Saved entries
☆ ☆ ☆ ☆ ☆ ☆ ☆

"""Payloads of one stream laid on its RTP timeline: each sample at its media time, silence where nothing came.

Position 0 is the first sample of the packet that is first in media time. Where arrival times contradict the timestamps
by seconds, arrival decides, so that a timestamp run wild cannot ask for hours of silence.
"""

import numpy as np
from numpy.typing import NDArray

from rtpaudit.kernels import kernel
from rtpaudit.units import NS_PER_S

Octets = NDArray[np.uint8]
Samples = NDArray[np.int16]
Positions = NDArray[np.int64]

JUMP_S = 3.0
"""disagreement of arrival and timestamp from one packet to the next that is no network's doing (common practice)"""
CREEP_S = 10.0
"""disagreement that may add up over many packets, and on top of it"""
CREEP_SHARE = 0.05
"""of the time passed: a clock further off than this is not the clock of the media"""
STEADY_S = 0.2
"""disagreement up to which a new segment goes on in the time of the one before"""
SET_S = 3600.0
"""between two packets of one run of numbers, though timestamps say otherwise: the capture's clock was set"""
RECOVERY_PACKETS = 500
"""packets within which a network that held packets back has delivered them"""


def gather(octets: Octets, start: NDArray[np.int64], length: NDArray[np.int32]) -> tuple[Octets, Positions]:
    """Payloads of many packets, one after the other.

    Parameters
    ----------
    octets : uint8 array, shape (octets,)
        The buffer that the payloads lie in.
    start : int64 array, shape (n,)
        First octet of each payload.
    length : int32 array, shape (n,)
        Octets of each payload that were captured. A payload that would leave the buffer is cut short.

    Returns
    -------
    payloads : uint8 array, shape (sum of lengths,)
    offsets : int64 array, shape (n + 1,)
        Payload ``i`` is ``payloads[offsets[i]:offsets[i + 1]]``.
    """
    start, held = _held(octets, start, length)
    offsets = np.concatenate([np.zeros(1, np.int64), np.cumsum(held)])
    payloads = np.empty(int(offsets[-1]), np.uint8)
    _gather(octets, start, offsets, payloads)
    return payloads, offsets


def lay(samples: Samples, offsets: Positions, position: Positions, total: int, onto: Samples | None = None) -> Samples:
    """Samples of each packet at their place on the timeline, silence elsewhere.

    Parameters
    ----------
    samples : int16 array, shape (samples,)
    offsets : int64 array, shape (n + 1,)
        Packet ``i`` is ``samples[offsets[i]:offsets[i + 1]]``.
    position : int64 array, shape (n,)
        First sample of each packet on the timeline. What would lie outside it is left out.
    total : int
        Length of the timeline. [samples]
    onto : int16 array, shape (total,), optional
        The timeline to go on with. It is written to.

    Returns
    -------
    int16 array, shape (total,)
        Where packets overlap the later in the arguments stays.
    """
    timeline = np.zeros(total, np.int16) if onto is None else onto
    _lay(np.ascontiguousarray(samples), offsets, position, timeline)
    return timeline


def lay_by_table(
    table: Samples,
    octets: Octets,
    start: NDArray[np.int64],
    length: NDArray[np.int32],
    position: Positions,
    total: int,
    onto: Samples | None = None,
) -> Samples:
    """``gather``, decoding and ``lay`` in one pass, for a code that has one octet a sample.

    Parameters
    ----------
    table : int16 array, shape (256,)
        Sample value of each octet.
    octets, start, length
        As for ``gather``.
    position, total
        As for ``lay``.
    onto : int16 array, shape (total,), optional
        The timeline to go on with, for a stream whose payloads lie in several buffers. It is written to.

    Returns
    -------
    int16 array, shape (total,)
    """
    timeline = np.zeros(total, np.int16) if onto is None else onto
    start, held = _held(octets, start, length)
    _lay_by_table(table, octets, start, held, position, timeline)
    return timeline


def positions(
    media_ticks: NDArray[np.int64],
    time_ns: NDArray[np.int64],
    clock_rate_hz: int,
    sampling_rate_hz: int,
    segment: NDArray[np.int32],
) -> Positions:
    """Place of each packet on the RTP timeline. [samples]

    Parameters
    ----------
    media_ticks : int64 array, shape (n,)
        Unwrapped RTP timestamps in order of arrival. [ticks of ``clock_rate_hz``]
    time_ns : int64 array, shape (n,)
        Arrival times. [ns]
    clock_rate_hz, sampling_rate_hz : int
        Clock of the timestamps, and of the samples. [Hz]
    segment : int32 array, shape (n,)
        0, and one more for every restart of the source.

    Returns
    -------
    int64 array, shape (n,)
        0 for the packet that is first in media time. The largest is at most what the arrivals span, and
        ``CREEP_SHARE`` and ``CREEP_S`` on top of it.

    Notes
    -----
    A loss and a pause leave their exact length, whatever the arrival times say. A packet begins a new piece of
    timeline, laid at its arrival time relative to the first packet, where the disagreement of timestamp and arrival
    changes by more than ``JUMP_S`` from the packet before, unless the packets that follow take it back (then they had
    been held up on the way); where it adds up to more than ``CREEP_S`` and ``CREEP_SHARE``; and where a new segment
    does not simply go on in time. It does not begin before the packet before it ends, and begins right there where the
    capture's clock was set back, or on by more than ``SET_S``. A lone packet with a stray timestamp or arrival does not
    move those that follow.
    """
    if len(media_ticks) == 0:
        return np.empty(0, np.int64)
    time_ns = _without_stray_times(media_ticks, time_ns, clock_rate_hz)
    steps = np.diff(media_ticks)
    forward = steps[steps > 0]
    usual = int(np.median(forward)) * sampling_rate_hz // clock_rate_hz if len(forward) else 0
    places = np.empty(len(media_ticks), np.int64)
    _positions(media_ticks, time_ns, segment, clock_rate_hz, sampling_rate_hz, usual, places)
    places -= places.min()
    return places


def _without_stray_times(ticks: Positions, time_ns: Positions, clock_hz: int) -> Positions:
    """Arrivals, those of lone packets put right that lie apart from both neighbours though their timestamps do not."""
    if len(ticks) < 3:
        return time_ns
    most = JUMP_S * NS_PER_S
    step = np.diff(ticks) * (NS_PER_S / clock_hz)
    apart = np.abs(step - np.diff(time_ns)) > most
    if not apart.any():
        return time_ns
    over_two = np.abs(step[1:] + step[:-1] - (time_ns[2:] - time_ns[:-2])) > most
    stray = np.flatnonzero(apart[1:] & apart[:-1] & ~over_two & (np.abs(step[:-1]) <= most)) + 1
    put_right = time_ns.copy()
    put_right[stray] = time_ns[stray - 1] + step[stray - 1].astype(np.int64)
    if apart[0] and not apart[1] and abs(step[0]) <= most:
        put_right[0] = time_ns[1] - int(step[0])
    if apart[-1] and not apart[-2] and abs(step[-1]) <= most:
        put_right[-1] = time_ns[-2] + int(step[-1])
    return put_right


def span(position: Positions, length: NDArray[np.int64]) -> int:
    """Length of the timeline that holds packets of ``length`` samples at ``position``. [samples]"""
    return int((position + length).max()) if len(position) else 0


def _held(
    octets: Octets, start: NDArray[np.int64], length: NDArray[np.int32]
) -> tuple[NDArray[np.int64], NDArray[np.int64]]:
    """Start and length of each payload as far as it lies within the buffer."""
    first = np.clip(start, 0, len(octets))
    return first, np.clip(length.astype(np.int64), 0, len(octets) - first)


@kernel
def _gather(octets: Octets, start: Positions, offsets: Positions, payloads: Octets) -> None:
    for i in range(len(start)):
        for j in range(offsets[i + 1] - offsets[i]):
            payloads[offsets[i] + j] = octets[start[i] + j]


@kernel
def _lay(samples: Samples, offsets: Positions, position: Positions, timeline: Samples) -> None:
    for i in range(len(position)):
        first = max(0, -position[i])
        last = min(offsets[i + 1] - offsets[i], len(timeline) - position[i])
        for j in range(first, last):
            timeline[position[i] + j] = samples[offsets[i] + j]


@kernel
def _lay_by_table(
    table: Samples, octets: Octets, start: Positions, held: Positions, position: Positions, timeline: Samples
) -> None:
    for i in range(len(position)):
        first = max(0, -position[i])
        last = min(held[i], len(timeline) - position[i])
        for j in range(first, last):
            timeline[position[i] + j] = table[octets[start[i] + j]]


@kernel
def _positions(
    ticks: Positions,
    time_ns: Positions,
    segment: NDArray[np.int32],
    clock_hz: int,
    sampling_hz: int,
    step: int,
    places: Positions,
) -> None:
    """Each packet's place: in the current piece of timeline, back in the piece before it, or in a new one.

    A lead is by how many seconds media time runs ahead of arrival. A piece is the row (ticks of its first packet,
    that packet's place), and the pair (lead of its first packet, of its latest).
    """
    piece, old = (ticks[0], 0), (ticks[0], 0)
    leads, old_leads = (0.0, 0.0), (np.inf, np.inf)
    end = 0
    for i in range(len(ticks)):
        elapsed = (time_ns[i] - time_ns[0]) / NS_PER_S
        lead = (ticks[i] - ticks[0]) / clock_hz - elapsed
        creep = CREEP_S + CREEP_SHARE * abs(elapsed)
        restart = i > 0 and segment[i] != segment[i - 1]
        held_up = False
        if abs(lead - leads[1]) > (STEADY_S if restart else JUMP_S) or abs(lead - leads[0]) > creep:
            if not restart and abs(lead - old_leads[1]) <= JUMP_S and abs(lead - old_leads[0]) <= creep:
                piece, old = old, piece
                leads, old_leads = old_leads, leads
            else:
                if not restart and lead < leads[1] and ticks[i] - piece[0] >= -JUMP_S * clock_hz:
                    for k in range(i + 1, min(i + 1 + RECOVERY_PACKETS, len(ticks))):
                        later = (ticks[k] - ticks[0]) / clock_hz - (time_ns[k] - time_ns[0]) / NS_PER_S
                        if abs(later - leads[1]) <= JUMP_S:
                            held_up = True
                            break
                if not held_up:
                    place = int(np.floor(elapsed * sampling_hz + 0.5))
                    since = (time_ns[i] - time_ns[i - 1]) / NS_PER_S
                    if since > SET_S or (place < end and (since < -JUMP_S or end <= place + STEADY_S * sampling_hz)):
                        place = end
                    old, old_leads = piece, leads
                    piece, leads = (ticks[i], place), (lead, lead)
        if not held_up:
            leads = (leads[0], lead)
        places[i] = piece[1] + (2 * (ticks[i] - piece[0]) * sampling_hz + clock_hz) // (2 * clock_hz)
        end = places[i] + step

☆ ☆ ☆ ☆ ☆ ☆ ☆

→ **Task brief**:
When you reach the line holding "changes by more" in the records above, begin reproducing exactly, stop after the line holding "steps = np.diff(media_ticks)", and output nothing else.

→ **Exercise response**:
    changes by more than ``JUMP_S`` from the packet before, unless the packets that follow take it back (then they had
    been held up on the way); where it adds up to more than ``CREEP_S`` and ``CREEP_SHARE``; and where a new segment
    does not simply go on in time. It does not begin before the packet before it ends, and begins right there where the
    capture's clock was set back, or on by more than ``SET_S``. A lone packet with a stray timestamp or arrival does not
    move those that follow.
    """
    if len(media_ticks) == 0:
        return np.empty(0, np.int64)
    time_ns = _without_stray_times(media_ticks, time_ns, clock_rate_hz)
    steps = np.diff(media_ticks)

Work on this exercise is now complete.